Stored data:
========================================

/// Data for the plate-dissipation chart.
#[derive(Debug, Clone, PartialEq)]
pub struct DissipationChart {
    /// One label per output valve: position and type.
    pub valves: Vec<String>,
    /// Plate dissipation as % of the rating, per set, per valve.
    pub series: Vec<Series>,
    pub guide: Guide,
    /// The chart's fixed words, in the document's language.
    pub words: Catalogue,
}

/// A supply node on the chain chart.
#[derive(Debug, Clone, PartialEq)]
pub struct SupplyNode {
    pub name: String,
    /// (low, expected, high) volts at nominal mains, when the job gives a
    /// chart figure.
    pub band: Option<(f64, f64, f64)>,
}

/// Data for the supply-chain chart.
#[derive(Debug, Clone, PartialEq)]
pub struct SupplyChart {
    pub nodes: Vec<SupplyNode>,
    /// Corrected volts per set, per node.
    pub series: Vec<Series>,
    pub nominal_volts: f64,
    /// The chart's fixed words, in the document's language.
    pub words: Catalogue,
}

/// The dissipation chart's data, or `None` when no output valve has a
/// plate-dissipation figure in any set. Linear in the sets and valves: each
/// valve's column is found by its position through an index, never by
/// comparing it with every other.
pub fn dissipation_chart(findings: &Findings, cat: &Catalogue) -> Option<DissipationChart> {
    let mut valves: Vec<(&str, &str)> = Vec::new();
    let mut column: HashMap<&str, usize> = HashMap::new();
    let mut kinds: Vec<&str> = Vec::new();
    for set in &findings.sets {
        for v in set
            .valves
            .iter()
            .filter(|v| v.is_output && v.plate_dissipation_pct.is_some())
        {
            column.entry(v.position.as_str()).or_insert_with(|| {
                valves.push((v.position.as_str(), v.valve_type.as_str()));
                valves.len() - 1
            });
            // At most the two bias kinds: a short list.
            if !kinds.contains(&v.bias.as_str()) {
                kinds.push(v.bias.as_str());
            }
        }
    }
    if valves.is_empty() {
        return None;
    }
    let series = findings
        .sets
        .iter()
        .map(|set| {
            // The first valve of the set at each position decides.
            let mut values: Vec<Option<Option<f64>>> = vec![None; valves.len()];
            for v in &set.valves {
                if let Some(&i) = column.get(v.position.as_str())
                    && values[i].is_none()
                {
                    values[i] = Some(v.plate_dissipation_pct);
                }
            }
            Series {
                label: set.label.clone(),
                values: values.into_iter().map(Option::flatten).collect(),
            }
        })
        .collect();
    let s = &findings.settings;
    let guide = match kinds.as_slice() {
        ["fixed"] => Guide::Aim {
            low_pct: s.fixed_bias_low_pct,
            high_pct: s.fixed_bias_high_pct,
        },
        ["cathode"] => Guide::Caution {
            pct: s.cathode_bias_caution_pct,
        },
        _ => Guide::None,
    };
    Some(DissipationChart {
        valves: valves.iter().map(|(p, t)| format!("{p} {t}")).collect(),
        series,
        guide,
        words: cat.clone(),
    })
}
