/// Writes `n` (of `sig` digits, from [`sig_digits`]) times ten to the
/// power `decade` − `sig` + 1, with a minus for `negative`, as
/// [`write_sig`] writes it: all its digits, no trailing zeros after the
/// point, no bare point. `decade` is from −8 to 14.
fn push_sig_digits(out: &mut String, negative: bool, n: u64, sig: i32, decade: i32) {
    if negative {
        out.push('-');
    }
    let decimals = sig - 1 - decade;
    if decimals > 0 {
        let start = out.len();
        push_scaled(out, n, decimals as usize);
        // There is a point: its trailing zeros go, then a bare point.
        let kept = out.trim_end_matches('0').trim_end_matches('.').len();
        out.truncate(kept.max(start));
    } else {
        // At most 6 + 14 digits would not fit; `decade` ≤ 14 and n < 10^6
        // give n × 10^(decade − sig + 1) < 10^15.
        push_scaled(out, n * 10u64.pow((-decimals) as u32), 0);
    }
}

const PREFIXES: [(i32, &str); 9] = [
    (-12, "p"),
    (-9, "n"),
    (-6, "µ"),
    (-3, "m"),
    (0, ""),
    (3, "k"),
    (6, "M"),
    (9, "G"),
    (12, "T"),
];

/// Formats a value in its base SI unit with an engineering prefix, three
/// significant figures and the unit symbol, e.g. `0.0342, Current` →
/// "34.2 mA". Capacitance follows the bench habit of microfarads from 1 nF
/// up ("0.022 µF", "220 µF") and picofarads below.
pub fn format_engineering(value: f64, kind: QuantityKind) -> String {
    format_engineering_sig(value, kind, 3)
}

/// As [`format_engineering`] with a chosen number of significant figures.
pub fn format_engineering_sig(value: f64, kind: QuantityKind, sig: i32) -> String {
    let symbol = kind.symbol();
    if !value.is_finite() {
        return format!("– {symbol}");
    }
    if kind == QuantityKind::Percent {
        let mut out = String::with_capacity(12);
        write_sig(&mut out, value, sig);
        out.push_str(" %");
        return out;
    }
    if let Some((n, magnitude)) = sig_digits(value, sig) {
        // The prefix as the steps below choose it: the rounded value's
        // decade is `magnitude` (n is not a power of ten).
        let exp = if kind == QuantityKind::Capacitance {
            Some(if magnitude >= -9 { -6 } else { -12 })
        } else {
            (-12..=14)
                .contains(&magnitude)
                .then(|| magnitude.div_euclid(3) * 3)
        };
        if let Some(exp) = exp
            && (-8..=14).contains(&(magnitude - exp))
            && let Some((_, prefix)) = PREFIXES.iter().find(|(e, _)| *e == exp)
        {
            let mut out = String::with_capacity(16);
            push_sig_digits(&mut out, value < 0.0, n, sig, magnitude - exp);
            out.push(' ');
            out.push_str(prefix);
            out.push_str(symbol);
            return out;
        }
    }
    let rounded = round_sig(value, sig);
    if rounded == 0.0 {
        return format!("0 {symbol}");
    }
    let exp = if kind == QuantityKind::Capacitance {
        if rounded.abs() >= 1e-9 { -6 } else { -12 }
    } else {
        let magnitude = decade(rounded);
        (magnitude.div_euclid(3) * 3).clamp(-12, 12)
    };
    let prefix = PREFIXES
        .iter()
        .find(|(e, _)| *e == exp)
        .map(|(_, p)| *p)
        .unwrap_or("");
    let scaled = rounded / pow10(exp);
    let mut out = String::with_capacity(16);
    write_sig(&mut out, scaled, sig);
    out.push(' ');
    out.push_str(prefix);
    out.push_str(symbol);
    out
}
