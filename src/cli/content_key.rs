//! Incremental rendering: a content key over everything that decides the
//! bytes of a job's PDF, and a small manifest beside the PDF recording the
//! key it was made from and the PDF's own hash. `render` skips a job whose
//! manifest matches both; any change to any input, or to the PDF, renders
//! it again.
//!
//! The key is a BLAKE3 hash over, each with its name and length:
//!
//! * this program: its version and the digest of its sources, templates,
//!   ratings table and lock file worked out at build time
//!   (`AMPREPORT_PROGRAM_DIGEST`), and the bundled fonts' digest;
//! * the typst program: the version it reported and the identity of the
//!   program file (see [`program_identity`]: its bytes are not read, a
//!   typst binary being some 60 MB that took longer to hash than the rest
//!   of a render's own work);
//! * the options that change the document (the PDF standard); not the
//!   number of threads typst is given (`--jobs`, which a batch sets):
//!   `tests/render.rs` holds the PDF bytes the same at typst's default,
//!   one and two threads;
//! * every `--ratings` file's bytes, in order;
//! * every file of the `--templates` folder, by path, with its bytes;
//! * the job file's text as it was read for this render;
//! * the shop profile's text, the files the job and the profile name (the
//!   logo, the translation file, the photos: each as it is written in the
//!   job or the profile, with its bytes) and the commit the job's git
//!   repository stands at ([`JobKey::named_file`], fed by `render`).
//!
//! The manifest is `.NAME.ampreport-key` beside `NAME` (the PDF): the
//! format, the key, the BLAKE3 hash of the PDF and one line for each named
//! file (its role and its name as written). It is written after the PDF is
//! in place; a missing, unreadable or different manifest just means the
//! job is rendered.
//!
//! The manifest's list of named files is what makes the skip cheap: which
//! files a job names follows from the job's text and its profile's text
//! alone, and both are in the key, so `render` can work the key out again
//! from the texts and the listed files without decoding the job
//! ([`Manifest::read`]). A list that no longer matches what the texts name
//! can only come with texts that changed, and then the key differs.

use std::path::{Path, PathBuf};
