#[derive(Debug, Clone, Serialize)]
pub struct FamilyStatus {
    pub family: Family,
    pub title: String,
    /// The worst status that still counts: accepted findings leave it.
    pub status: Status,
    /// The worst figure that still counts in words, or why there is none.
    pub worst: String,
    /// Whether anything in this family was measured.
    pub measured: bool,
    /// The findings of this family the technician accepted.
    pub accepted: Vec<AcceptedFinding>,
}

/// A finding the technician accepted, for summaries.
#[derive(Debug, Clone, Serialize)]
pub struct AcceptedFinding {
    /// "V3 (6V6GT)", "C30".
    pub subject: String,
    /// For a valve, the check in words ("screen voltage").
    pub check: Option<String>,
    pub status: Status,
    pub reason: String,
    pub accepted_reason: String,
    pub accepted_by: String,
    pub accepted_date: String,
}

#[derive(Debug, Clone, Serialize)]
pub struct Warning {
    /// The measurement set, or none for job-wide warnings.
    pub set: Option<String>,
    /// Whether `set` is the final set (the state the unit leaves in).
    pub in_final_set: bool,
    /// What it is about: "V3 (EL84)", "R24", "B+1", "safety".
    pub subject: String,
    /// For a valve, which check (`screen_voltage` …); none otherwise.
    pub check: Option<&'static str>,
    pub status: Status,
    pub message: String,
    /// The reason the figure is off, without the subject (for grouping).
    pub reason: String,
    /// The deciding figure in a few words ("screen 196 %"); empty for a
    /// note about the data.
    pub brief: String,
    pub accepted: bool,
    pub accepted_reason: Option<String>,
    pub accepted_by: Option<String>,
    pub accepted_date: Option<String>,
}

impl Warning {
    /// A warning about the data (not a figure's verdict): never accepted.
    pub fn note(
        set: Option<&str>,
        in_final_set: bool,
        subject: &str,
        status: Status,
        message: String,
    ) -> Self {
        Warning {
            set: set.map(str::to_string),
            in_final_set,
            subject: subject.to_string(),
            check: None,
            status,
            reason: message.clone(),
            brief: String::new(),
            message,
            accepted: false,
            accepted_reason: None,
            accepted_by: None,
            accepted_date: None,
        }
    }

    /// Not accepted: still counts against the unit.
    pub fn is_open(&self) -> bool {
        !self.accepted
    }
}

/// Which sets `check --strict` judges.
#[derive(Debug, Clone, Copy, PartialEq, Eq)]
pub enum StrictScope {
    /// The final set and the safety tests (the unit as it leaves).
    Final,
    /// Every set, as found included.
    All,
}

impl Findings {
    /// The over-limit findings that make `check --strict` fail: not
    /// accepted, and in the final set (or job-wide, like a failed safety
    /// test) unless `scope` is [`StrictScope::All`].
    pub fn strict_failures(&self, scope: StrictScope) -> Vec<&Warning> {
        self.warnings
            .iter()
            .filter(|w| w.status == Status::Over && w.is_open())
            .filter(|w| scope == StrictScope::All || w.set.is_none() || w.in_final_set)
            .collect()
    }
}

#[derive(Debug, Clone, Serialize)]
pub struct RatingUsed {
    pub name: String,
    pub equivalents: Vec<String>,
    pub class: String,
    pub source: String,
    /// "built in" or the shop file's path.
    pub origin: String,
    pub positions: Vec<String>,
    /// The grid-to-screen amplification factor the bias estimates use,
    /// when the row gives one.
    #[serde(serialize_with = "round6_opt")]
    pub mu_g1g2: Option<f64>,
}

#[derive(Debug, Clone, Serialize)]
pub struct ModFindings {
    pub what: String,
    pub why: Option<String>,
    pub reversible: Option<bool>,
    pub original_kept: Option<bool>,
    /// The reason is the shop's alone (never in a listing).
    pub private: bool,
    pub figures: Vec<ModFigureFindings>,
    /// The mod's network worked out, if it has one.
    pub network: Option<super::network::NetworkFindings>,
}

/// One worked-out figure for a modification, with the formula used.
#[derive(Debug, Clone, Serialize)]
pub struct ModFigureFindings {
    /// `rc_corner`, `cathode_bypass`, `stage_gain`, `phase_shift`.
    pub kind: &'static str,
    /// The figure in words, for a page.
    pub description: String,
    pub formula: &'static str,
    #[serde(serialize_with = "round6_opt")]
    pub frequency_hz: Option<f64>,
    #[serde(serialize_with = "round6_opt")]
    pub gain: Option<f64>,
}
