#[cfg(test)]
mod tests {
    use super::*;
    use std::io::Read;

    fn run(command: &Command) -> (ExitStatus, String, String) {
        let (mut child, outputs) = start(command).expect("a path").expect("started");
        let mut out = String::new();
        let mut err = String::new();
        std::fs::File::from(outputs.stdout)
            .read_to_string(&mut out)
            .unwrap();
        std::fs::File::from(outputs.stderr)
            .read_to_string(&mut err)
            .unwrap();
        (child.wait().unwrap(), out, err)
    }

    fn sh(script: &str) -> Command {
        let mut c = Command::new("/bin/sh");
        c.arg("-c").arg(script).arg("zero").arg("one two");
        c
    }

    #[test]
    fn arguments_environment_folder_and_outputs_are_as_asked() {
        let dir = tempfile::tempdir().unwrap();
        let mut c = sh(
            "printf '%s|%s|%s\\n' \"$0\" \"$1\" \"$PWD\"; echo \"${AMPREPORT_T_SET-unset} ${AMPREPORT_T_GONE-unset}\" >&2; \
             read line; echo \"read:$line:$?\"; exit 7",
        );
        c.current_dir(dir.path())
            .env("AMPREPORT_T_SET", "a b")
            .env_remove("AMPREPORT_T_GONE");
        // SAFETY: a variable of the test's own, set before the start.
        unsafe { std::env::set_var("AMPREPORT_T_GONE", "still") };
        let (status, out, err) = run(&c);
        let folder = dir.path().canonicalize().unwrap();
        assert_eq!(out, format!("zero|one two|{}\nread::1\n", folder.display()));
        assert_eq!(err, "a b unset\n");
        assert_eq!(status.code(), Some(7));
    }

    #[test]
    fn the_environment_is_passed_on_unchanged_when_not_changed() {
        // SAFETY: a variable of the test's own, set before the start.
        unsafe { std::env::set_var("AMPREPORT_T_KEPT", "x=y") };
        let (_, out, _) = run(&sh("echo \"$AMPREPORT_T_KEPT\""));
        assert_eq!(out, "x=y\n");
    }

    #[test]
    fn the_child_has_its_own_group_default_pipe_signal_and_an_empty_mask() {
        // The program reads its own state (no shell between: a shell
        // blocks every signal while it waits for a command it started):
        // fields of /proc/PID/status (proc(5)); SigBlk and SigIgn are bit
        // masks with bit N-1 for signal N.
        let mut c = Command::new("/usr/bin/env");
        c.args([
            "grep",
            "-E",
            "^(Pid|NSpgid|SigBlk|SigIgn):",
            "/proc/self/status",
        ]);
        let (status, out, _) = run(&c);
        assert!(status.success(), "{out}");
        let field = |name: &str| {
            out.lines()
                .find_map(|l| l.strip_prefix(name))
                .unwrap_or_else(|| panic!("{name} in {out}"))
                .trim()
                .to_owned()
        };
        assert_eq!(
            field("Pid:"),
            field("NSpgid:"),
            "a process group of its own"
        );
        assert_eq!(u64::from_str_radix(&field("SigBlk:"), 16).unwrap(), 0);
        let ignored = u64::from_str_radix(&field("SigIgn:"), 16).unwrap();
        assert_eq!(ignored & (1 << (libc::SIGPIPE - 1)), 0, "{ignored:x}");
    }

    #[test]
    fn the_child_is_told_to_die_with_its_parent() {
        // The death signal comes when the thread that started the child
        // ends (prctl(2), PR_SET_PDEATHSIG): a thread that starts a long
        // sleep and ends has it killed.
        let (mut child, _outputs) =
            std::thread::spawn(|| start(&sh("exec sleep 30")).unwrap().unwrap())
                .join()
                .unwrap();
        let status = child.wait().unwrap();
        use std::os::unix::process::ExitStatusExt;
        assert_eq!(status.signal(), Some(libc::SIGKILL));
    }

    #[test]
    fn a_failed_start_is_told() {
        let e = start(&Command::new("/nonexistent/ampreport-test"))
            .unwrap()
            .unwrap_err();
        assert_eq!(e.kind(), io::ErrorKind::NotFound);
        let dir = tempfile::tempdir().unwrap();
        let e = start(&Command::new(dir.path())).unwrap().unwrap_err();
        assert_eq!(e.raw_os_error(), Some(libc::EACCES));
        let mut c = Command::new("/bin/true");
        c.current_dir(dir.path().join("missing"));
        let e = start(&c).unwrap().unwrap_err();
        assert_eq!(e.kind(), io::ErrorKind::NotFound);
    }

    #[test]
    fn a_bare_program_name_is_left_to_the_standard_library() {
        assert!(start(&Command::new("sh")).is_none());
    }

    #[test]
    fn a_nul_is_refused() {
        // In an argument or the folder: left to the standard library,
        // which refuses it.
        let mut c = Command::new("/bin/true");
        c.arg("a\0b");
        assert!(start(&c).is_none());
        assert_eq!(c.spawn().unwrap_err().kind(), io::ErrorKind::InvalidInput);
        let mut c = Command::new("/bin/true");
        c.current_dir("/tmp\0x");
        assert!(start(&c).is_none());
        // In the environment: refused here.
        let mut c = Command::new("/bin/true");
        c.env("AMPREPORT_T_NUL", "a\0b");
        let e = start(&c).unwrap().unwrap_err();
        assert_eq!(e.kind(), io::ErrorKind::InvalidInput);
    }

    #[test]
    fn try_wait_kill_and_wait() {
        let (mut child, _outputs) = start(&sh("exec sleep 30")).unwrap().unwrap();
        assert!(child.try_wait().unwrap().is_none());
        child.kill().unwrap();
        let status = child.wait().unwrap();
        use std::os::unix::process::ExitStatusExt;
        assert_eq!(status.signal(), Some(libc::SIGKILL));
        // Reaped: asked again, the same answer and no signal sent.
        assert_eq!(child.try_wait().unwrap(), Some(status));
        child.kill().unwrap();
    }
}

========================================

ASSIGNED TASK: State the number of lines in the records above that contain the string "digest", and give nothing else.

SOLUTION: 2